Не перестаешь приходить в восторг при виде необыкновенных церквей, невероятных кладбищ, которые внезапно возникают среди сероватого пейзажа с каменистыми тропами, и почему-то всплывает мысль о Вавилоне и Багдаде. Жара стала невыносимой и действовала нам на нервы до такой степени, что, когда Дриан хотел открыть флакон с туалетной водой «Люстраль», чтобы освежиться, я разразилась гневной тирадой против тех, кто смеет пользоваться духами не моих марок, и выбросила флакон в окно. Шофер был каким-то встревоженным и не хотел останавливаться, с трудом дал нам возможность позавтракать и каждый раз, когда мы хотели на что-то посмотреть, прибавлял скорость и делал вид, что не слышал. Когда мы пересекали жалкие и многоцветные предместья Палермо, чтобы приехать на виллу Иджериа, подобную заброшенной Райской скале[169], место для свадебных путешествий, где принцесса Нинон де Бельмонте и несколько ее друзей приняли нас в клуб, окруженный розовыми скалами, – мы встретили на дороге каких-то странных рабочих. «Да вы в своем уме – так путешествовать по горам? – обратились они к нам. – Не далее как вчера принц де *** похищен бандитом Лучиано и отпущен за выкуп сто миллионов лир!»
Мы и забыли про Лучиано, который, бросая вызов закону, терроризировал всю Сицилию. К счастью, мы его не заинтересовали. Этот разбойник с щедрой душой бóльшую часть своей добычи раздавал бедным. Зная, что принц де *** страдает диабетом, он купил инсулин и сам делал ему уколы. Мы провели несколько дней, осматривая дворец и церкви. Дворец Мазарино наполнен драгоценным фарфором из Каподимонте[170]. Это были просто залы, следующие один за другим, где фарфор проводит свой остаток жизни в мрачной скуке.

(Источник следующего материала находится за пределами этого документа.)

Nothing here imports the planner or models/.  Every on/off slate of the products with a real
choice is solved as a continuous QP passed to highspy as arrays (Hessian diag(2b), HiGHS's
½·xᵀQx convention), with a power-of-two scaling of its own, and each answer is certified in
numpy: the profit is recomputed from volumes that keep every limit, and the Lagrangian dual
function at λ ≥ 0, in closed form per product, bounds the slate from above.  The best slate's
profit is a feasible plan's profit and the largest slate bound a valid upper bound on the
optimum, whatever HiGHS did.  Exact for up to about a dozen choices.  See tests/reference.py
for the economics.
"""

from __future__ import annotations

import itertools
import math
from dataclasses import dataclass

import numpy as np

#: Relative amount by which the reference lets a volume sum exceed a capacity (rounding only).
REF_LIMIT_TOL = 1e-9


@dataclass(frozen=True)
class Numbers:
    """The scenario's numbers as arrays (product order; resources × products usage)."""

    names: tuple[str, ...]
    a: np.ndarray  # price intercept, currency/unit
    b: np.ndarray  # price slope, currency/unit², ≥ 0
    v: np.ndarray  # unit cost, currency/unit
    F: np.ndarray  # fixed cost, currency
    floor: np.ndarray  # smallest volume when running: max(min_volume, min_run), units
    cap: np.ndarray  # max_volume (inf if none), units
    forced: np.ndarray  # must run (must_run, or min_volume > 0)
    choice: np.ndarray  # may be shut down: not forced, and a fixed cost or a minimum run
    H: np.ndarray  # usage, resource unit per unit (m × n)
    capacity: np.ndarray  # resource units (m)
    plant: float  # plant-wide fixed cost, currency

    @property
    def n(self) -> int:
        return len(self.names)

    def box_upper(self) -> np.ndarray:
        """An upper bound on each volume that loses no optimal plan (units).

        min(cap, capacity_r·(1 + REF_LIMIT_TOL) / usage_ri over the resources it uses, and for b > 0
        max(floor, (a − v)/(2b))): the resource terms hold for every feasible plan
        (usage ≥ 0, volumes ≥ 0); beyond the peak of a sloped product's contribution
        more volume earns less and uses more of every resource, so no optimal plan
        goes there.
        """
        hi = self.cap.copy()
        with np.errstate(divide="ignore", invalid="ignore"):
            room = np.where(self.H > 0, self.capacity[:, None] * (1 + REF_LIMIT_TOL)
                            / np.where(self.H > 0, self.H, 1.0), np.inf)
            peak = np.where(self.b > 0, (self.a - self.v) / (2 * np.where(self.b > 0, self.b, 1.0)), np.inf)
        hi = np.minimum(hi, room.min(axis=0, initial=np.inf))
        return np.minimum(hi, np.where(self.b > 0, np.maximum(self.floor, peak), np.inf))

    def profit(self, volume: np.ndarray, running: np.ndarray) -> float:
        """Σ (a − v)·D − b·D² − fixed costs of the running (and forced) products (currency)."""
        run = np.asarray(running, dtype=bool) | self.forced
        terms = np.concatenate([(self.a - self.v) * volume, -self.b * volume * volume, -self.F[run]])
        return math.fsum(terms.tolist())


def scenario_numbers(s) -> Numbers:
    """Read the arrays from a scenario object's own fields (no planner code)."""
    P, R = list(s.products), list(s.resources)
    col = {r.name: k for k, r in enumerate(R)}
    H = np.zeros((len(R), len(P)))
    for i, p in enumerate(P):
        for res, amt in p.usage.items():
            H[col[res], i] += float(amt)
    f = lambda field: np.array([float(getattr(p, field)) for p in P])  # noqa: E731
    forced = np.array([bool(p.must_run) or p.min_volume > 0 for p in P])
    return Numbers(
        names=tuple(p.name for p in P), a=f("price_intercept"), b=f("price_slope"), v=f("unit_cost"),
        F=f("fixed_cost"), floor=np.maximum(f("min_volume"), f("min_run")),
        cap=np.array([np.inf if p.max_volume is None else float(p.max_volume) for p in P]),
        forced=forced, choice=~forced & ((f("fixed_cost") > 0) | (f("min_run") > 0)), H=H,
        capacity=np.array([float(r.capacity) for r in R]), plant=float(s.plant_fixed_cost))


def floors_fit(nums: Numbers, running: np.ndarray, rel: float = REF_LIMIT_TOL) -> bool:
    """True if the floors of the running and forced products fit every capacity × (1 + rel) (exact sums).

    The default allows rounding only: a commitment of 1700/2.97 units at 2.97 h each
    needs 1700.0000000000002 h of a 1,700 h resource.
    """
    on = np.asarray(running, dtype=bool) | nums.forced
    lo = np.where(on, nums.floor, 0.0)
    for r in range(len(nums.capacity)):
        need = math.fsum((nums.H[r] * lo).tolist())
        if need > nums.capacity[r] * (1 + rel):
            return False
    return True


@dataclass
class SlateAnswer:
    """One slate's continuous QP, certified: a feasible plan's profit and an upper bound on the slate."""

    running: np.ndarray
    volume: np.ndarray
    profit: float  # currency, before the plant-wide fixed cost
    bound: float  # currency, valid upper bound on this slate's best profit
    duals: np.ndarray  # currency per resource unit, ≥ 0
    status: str  # "optimal" | HiGHS's status text


def _pow2(x: np.ndarray) -> np.ndarray:
    """Powers of two nearest to x (x > 0 and finite; 1 elsewhere): scaling by them is exact."""
    x = np.asarray(x, dtype=float)
    ok = np.isfinite(x) & (x > 0)
    return np.where(ok, np.exp2(np.round(np.log2(np.where(ok, x, 1.0)))), 1.0)


def dual_value(nums: Numbers, running: np.ndarray, lam: np.ndarray, lo: np.ndarray, hi: np.ndarray) -> float:
    """The Lagrangian dual function of one slate's QP at λ ≥ 0 (currency): an upper bound on it.

    g(λ) = Σ_i max_{lo_i ≤ D ≤ hi_i} [(a_i − v_i − h_iᵀλ)·D − b_i·D²] + λᵀH − fixed costs,
    over the running products (weak duality; each maximum in closed form).
    """
    on = np.flatnonzero(np.asarray(running, dtype=bool) | nums.forced | ~nums.choice)
    c = (nums.a - nums.v)[on] - nums.H[:, on].T @ lam
    b, l, u = nums.b[on], lo[on], hi[on]
    with np.errstate(divide="ignore", invalid="ignore", over="ignore"):
        D = np.where(b > 0, np.clip(c / (2 * np.where(b > 0, b, 1.0)), l, u), np.where(c > 0, u, l))
        if np.any(~np.isfinite(D)):
            return math.inf
        terms = np.concatenate([c * D, -b * D * D, lam * nums.capacity, -nums.F[on]])
    return math.fsum(terms.tolist())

«Ненавижу эти стеклянные клетки! – думала я. – Где тут спят? Где тут едят? Где занимаются любовью?!» Мы отправились на виллу Фаворита, которая чем-то напоминает Павильон в Брайтоне[171] и окружена оранжереями и жасмином.
Вилла, это безумие, построенное в виде Китайской башни, периода Людовика XV, поет и отзывается на каждое дуновение ветра. Повсюду прикреплены колокола и колокольчики, которые рассказывают, как леди Гамильтон не удавалось заснуть. Именно здесь Мария Каролина, королева неаполитанская и сицилийская, так горько рыдала над несчастной судьбой своей сестры Марии Антуанетты, что под звон слабо колышущихся колокольчиков незаметно погрузилась в безумие.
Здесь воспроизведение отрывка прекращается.